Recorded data
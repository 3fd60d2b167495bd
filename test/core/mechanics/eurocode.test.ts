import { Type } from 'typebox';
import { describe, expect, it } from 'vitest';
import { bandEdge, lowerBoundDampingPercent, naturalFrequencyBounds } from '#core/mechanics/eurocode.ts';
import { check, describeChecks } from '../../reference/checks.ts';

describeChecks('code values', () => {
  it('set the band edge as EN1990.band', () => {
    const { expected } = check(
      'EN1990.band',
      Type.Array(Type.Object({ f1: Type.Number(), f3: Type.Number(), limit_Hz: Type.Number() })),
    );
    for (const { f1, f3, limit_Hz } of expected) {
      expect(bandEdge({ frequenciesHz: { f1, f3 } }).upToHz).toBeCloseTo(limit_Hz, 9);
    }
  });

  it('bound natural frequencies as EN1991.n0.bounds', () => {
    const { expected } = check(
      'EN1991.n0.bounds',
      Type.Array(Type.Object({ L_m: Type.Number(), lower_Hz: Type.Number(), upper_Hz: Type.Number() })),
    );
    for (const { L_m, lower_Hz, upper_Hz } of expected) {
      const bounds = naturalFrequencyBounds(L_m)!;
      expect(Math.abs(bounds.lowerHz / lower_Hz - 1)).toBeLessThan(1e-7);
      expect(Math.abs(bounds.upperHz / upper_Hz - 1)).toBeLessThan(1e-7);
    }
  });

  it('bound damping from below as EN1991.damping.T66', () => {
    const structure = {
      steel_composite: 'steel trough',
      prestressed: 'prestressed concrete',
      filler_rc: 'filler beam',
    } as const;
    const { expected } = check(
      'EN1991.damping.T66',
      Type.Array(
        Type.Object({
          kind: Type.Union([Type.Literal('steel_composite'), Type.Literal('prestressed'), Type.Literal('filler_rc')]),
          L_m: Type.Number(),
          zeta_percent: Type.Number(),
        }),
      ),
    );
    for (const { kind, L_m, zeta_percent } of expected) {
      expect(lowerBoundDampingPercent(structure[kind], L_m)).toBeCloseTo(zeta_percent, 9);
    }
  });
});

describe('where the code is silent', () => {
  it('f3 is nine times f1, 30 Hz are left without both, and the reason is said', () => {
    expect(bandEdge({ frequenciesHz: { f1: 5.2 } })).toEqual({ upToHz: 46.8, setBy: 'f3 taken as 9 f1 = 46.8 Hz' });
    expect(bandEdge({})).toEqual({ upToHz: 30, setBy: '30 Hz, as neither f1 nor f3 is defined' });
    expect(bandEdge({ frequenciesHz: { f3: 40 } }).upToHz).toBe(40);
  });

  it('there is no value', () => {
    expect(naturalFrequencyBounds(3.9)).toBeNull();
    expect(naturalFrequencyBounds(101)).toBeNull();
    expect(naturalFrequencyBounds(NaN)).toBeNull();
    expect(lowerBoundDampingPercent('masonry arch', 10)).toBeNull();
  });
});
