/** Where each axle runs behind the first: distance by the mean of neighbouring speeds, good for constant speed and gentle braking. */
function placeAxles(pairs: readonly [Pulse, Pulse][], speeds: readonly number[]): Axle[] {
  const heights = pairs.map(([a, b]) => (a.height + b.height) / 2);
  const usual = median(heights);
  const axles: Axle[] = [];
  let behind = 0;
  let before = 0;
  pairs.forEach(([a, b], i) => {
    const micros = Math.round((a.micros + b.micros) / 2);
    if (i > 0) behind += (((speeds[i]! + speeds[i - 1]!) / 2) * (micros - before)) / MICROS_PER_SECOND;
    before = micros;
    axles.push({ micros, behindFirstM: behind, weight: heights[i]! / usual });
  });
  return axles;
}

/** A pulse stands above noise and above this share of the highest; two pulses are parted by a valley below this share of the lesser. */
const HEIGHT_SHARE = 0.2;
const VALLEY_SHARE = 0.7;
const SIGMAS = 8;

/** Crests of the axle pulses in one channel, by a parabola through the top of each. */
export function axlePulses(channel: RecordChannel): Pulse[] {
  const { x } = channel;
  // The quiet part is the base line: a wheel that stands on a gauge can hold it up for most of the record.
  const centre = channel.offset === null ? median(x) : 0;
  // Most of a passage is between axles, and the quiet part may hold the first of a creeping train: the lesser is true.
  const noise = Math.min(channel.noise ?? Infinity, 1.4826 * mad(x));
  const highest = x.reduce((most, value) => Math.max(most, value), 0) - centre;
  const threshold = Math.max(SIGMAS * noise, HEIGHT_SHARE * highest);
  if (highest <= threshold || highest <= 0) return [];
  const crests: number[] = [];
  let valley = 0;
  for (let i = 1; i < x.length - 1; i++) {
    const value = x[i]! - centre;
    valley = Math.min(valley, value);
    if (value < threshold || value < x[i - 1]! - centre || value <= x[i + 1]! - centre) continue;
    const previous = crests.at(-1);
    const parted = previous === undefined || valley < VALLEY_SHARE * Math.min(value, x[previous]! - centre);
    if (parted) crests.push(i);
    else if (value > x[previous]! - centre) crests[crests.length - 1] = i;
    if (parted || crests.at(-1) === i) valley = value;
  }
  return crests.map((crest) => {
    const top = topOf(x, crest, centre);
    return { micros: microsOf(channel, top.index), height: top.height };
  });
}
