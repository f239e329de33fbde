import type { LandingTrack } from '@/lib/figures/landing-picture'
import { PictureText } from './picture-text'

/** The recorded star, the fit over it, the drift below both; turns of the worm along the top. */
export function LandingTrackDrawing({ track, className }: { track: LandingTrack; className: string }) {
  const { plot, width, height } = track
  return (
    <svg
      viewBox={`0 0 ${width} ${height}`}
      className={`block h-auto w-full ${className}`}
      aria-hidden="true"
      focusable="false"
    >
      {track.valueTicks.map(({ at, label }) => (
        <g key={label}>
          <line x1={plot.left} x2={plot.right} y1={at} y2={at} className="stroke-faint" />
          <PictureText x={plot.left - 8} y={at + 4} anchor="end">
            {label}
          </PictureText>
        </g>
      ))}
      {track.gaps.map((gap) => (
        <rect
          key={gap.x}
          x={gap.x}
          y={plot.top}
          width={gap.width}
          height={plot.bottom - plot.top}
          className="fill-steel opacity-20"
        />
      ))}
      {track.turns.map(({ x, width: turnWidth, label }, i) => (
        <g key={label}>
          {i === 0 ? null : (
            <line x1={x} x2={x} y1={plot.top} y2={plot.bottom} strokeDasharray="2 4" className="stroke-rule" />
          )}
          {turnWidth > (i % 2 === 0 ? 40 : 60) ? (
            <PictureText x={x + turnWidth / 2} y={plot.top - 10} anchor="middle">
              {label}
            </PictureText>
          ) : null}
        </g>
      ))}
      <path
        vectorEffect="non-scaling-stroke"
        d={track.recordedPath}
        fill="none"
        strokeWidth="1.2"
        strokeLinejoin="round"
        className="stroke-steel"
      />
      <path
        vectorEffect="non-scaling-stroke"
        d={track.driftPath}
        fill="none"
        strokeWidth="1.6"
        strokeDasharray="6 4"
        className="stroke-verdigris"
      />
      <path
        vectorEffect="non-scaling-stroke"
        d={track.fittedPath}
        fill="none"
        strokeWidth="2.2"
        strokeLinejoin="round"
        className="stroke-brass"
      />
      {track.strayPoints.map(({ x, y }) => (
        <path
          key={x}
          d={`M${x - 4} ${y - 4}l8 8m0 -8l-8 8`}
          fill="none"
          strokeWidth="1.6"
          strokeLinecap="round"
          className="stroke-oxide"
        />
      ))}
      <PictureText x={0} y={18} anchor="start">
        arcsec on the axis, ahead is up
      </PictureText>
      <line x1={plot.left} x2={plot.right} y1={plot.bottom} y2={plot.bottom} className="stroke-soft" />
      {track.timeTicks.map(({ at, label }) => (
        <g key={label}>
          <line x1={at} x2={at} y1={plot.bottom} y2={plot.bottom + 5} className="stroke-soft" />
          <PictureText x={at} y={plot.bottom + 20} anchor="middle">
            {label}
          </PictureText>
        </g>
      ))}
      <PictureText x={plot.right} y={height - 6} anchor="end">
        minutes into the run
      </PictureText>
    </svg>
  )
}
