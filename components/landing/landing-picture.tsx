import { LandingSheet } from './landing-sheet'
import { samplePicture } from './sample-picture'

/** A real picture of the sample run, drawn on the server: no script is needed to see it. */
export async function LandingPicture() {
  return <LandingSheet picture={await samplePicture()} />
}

Exercise requirements
The answer is the run of lines above from the line containing "let before = 0;" through the line containing "of the record.", copied exactly and alone.

Response area
  let before = 0;
  pairs.forEach(([a, b], i) => {
    const micros = Math.round((a.micros + b.micros) / 2);
    if (i > 0) behind += (((speeds[i]! + speeds[i - 1]!) / 2) * (micros - before)) / MICROS_PER_SECOND;
    before = micros;
    axles.push({ micros, behindFirstM: behind, weight: heights[i]! / usual });
  });
  return axles;
}

/** A pulse stands above noise and above this share of the highest; two pulses are parted by a valley below this share of the lesser. */
const HEIGHT_SHARE = 0.2;
const VALLEY_SHARE = 0.7;
const SIGMAS = 8;

/** Crests of the axle pulses in one channel, by a parabola through the top of each. */
export function axlePulses(channel: RecordChannel): Pulse[] {
  const { x } = channel;
  // The quiet part is the base line: a wheel that stands on a gauge can hold it up for most of the record.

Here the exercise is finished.